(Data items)
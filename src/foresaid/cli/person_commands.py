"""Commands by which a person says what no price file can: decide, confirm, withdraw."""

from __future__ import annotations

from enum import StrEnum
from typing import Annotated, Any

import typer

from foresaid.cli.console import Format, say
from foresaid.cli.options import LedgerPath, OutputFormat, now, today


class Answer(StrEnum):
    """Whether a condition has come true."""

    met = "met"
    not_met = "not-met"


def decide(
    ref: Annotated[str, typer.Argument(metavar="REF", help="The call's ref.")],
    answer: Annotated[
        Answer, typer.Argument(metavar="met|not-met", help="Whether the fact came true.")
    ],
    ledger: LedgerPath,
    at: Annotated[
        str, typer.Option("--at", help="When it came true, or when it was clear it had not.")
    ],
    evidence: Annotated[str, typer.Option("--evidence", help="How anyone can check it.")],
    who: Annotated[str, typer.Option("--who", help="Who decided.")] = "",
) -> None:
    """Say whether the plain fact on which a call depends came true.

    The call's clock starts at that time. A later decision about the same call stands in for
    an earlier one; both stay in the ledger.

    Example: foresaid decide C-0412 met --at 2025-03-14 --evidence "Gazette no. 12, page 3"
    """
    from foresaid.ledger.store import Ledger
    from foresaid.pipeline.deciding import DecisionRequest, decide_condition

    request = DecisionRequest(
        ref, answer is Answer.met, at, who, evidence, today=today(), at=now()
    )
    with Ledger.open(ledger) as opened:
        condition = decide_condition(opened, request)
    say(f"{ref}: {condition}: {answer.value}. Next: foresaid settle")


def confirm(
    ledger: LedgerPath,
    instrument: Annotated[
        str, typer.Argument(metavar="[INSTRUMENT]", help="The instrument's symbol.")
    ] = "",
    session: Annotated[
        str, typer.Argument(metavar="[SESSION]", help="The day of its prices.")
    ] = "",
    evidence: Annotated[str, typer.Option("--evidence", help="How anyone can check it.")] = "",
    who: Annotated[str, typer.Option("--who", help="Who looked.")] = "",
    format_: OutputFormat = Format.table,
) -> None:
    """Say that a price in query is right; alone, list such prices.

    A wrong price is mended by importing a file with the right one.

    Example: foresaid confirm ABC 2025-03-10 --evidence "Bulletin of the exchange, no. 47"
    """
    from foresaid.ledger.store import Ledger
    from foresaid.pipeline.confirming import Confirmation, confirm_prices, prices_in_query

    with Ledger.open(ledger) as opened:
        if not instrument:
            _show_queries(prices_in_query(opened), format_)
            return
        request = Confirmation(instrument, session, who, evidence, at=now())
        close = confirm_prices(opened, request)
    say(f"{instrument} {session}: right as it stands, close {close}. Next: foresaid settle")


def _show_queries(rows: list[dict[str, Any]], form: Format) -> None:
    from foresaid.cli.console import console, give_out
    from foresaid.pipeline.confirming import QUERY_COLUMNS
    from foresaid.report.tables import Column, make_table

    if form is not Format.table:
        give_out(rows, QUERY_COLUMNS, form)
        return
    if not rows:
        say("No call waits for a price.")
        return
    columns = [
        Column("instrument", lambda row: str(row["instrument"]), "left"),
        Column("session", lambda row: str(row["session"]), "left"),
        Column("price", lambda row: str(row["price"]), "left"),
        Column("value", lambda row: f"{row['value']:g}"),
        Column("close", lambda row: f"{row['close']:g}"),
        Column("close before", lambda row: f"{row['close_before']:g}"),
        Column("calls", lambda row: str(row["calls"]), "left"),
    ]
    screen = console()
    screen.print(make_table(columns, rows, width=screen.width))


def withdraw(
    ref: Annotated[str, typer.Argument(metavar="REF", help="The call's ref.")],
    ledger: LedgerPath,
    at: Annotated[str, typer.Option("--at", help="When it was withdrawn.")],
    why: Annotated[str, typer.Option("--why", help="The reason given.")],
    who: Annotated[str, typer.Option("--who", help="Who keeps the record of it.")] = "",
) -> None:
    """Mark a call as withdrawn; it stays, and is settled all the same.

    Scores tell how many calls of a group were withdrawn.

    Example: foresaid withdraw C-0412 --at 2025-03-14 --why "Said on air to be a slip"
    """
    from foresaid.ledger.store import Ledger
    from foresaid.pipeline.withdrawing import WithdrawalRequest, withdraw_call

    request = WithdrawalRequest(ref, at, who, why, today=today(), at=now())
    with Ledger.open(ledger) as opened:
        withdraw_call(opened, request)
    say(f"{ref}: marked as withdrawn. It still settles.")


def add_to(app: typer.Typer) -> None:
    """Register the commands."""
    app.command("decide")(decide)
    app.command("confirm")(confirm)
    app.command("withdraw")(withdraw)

* * *

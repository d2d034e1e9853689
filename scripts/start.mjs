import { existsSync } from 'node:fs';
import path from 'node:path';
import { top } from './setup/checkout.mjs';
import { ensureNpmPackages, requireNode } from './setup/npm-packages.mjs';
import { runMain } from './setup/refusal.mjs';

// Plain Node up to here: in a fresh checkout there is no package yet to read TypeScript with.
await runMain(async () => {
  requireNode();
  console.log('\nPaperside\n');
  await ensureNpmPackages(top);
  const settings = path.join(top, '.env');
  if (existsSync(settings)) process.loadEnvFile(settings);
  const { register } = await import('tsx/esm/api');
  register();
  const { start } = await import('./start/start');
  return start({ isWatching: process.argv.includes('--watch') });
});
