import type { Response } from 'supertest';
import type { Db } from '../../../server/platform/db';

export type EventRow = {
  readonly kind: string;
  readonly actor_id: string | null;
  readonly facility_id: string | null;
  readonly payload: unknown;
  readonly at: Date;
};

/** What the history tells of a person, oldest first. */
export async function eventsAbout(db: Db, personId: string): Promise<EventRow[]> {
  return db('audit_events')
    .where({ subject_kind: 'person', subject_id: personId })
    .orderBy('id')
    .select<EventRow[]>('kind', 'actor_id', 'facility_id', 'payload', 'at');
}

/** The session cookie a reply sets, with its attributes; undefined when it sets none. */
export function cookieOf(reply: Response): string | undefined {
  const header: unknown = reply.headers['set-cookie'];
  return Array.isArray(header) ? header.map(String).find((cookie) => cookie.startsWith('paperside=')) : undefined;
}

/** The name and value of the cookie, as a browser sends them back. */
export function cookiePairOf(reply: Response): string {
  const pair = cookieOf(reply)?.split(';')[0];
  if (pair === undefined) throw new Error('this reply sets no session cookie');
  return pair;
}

### Exercise directions
All that belongs in your answer is the stretch of entries above from the line with "which a person" through the line with "from foresaid.cli.console import Format, say", printed exactly.

### Solution for this problem
"""Commands by which a person says what no price file can: decide, confirm, withdraw."""

from __future__ import annotations

from enum import StrEnum
from typing import Annotated, Any

import typer

from foresaid.cli.console import Format, say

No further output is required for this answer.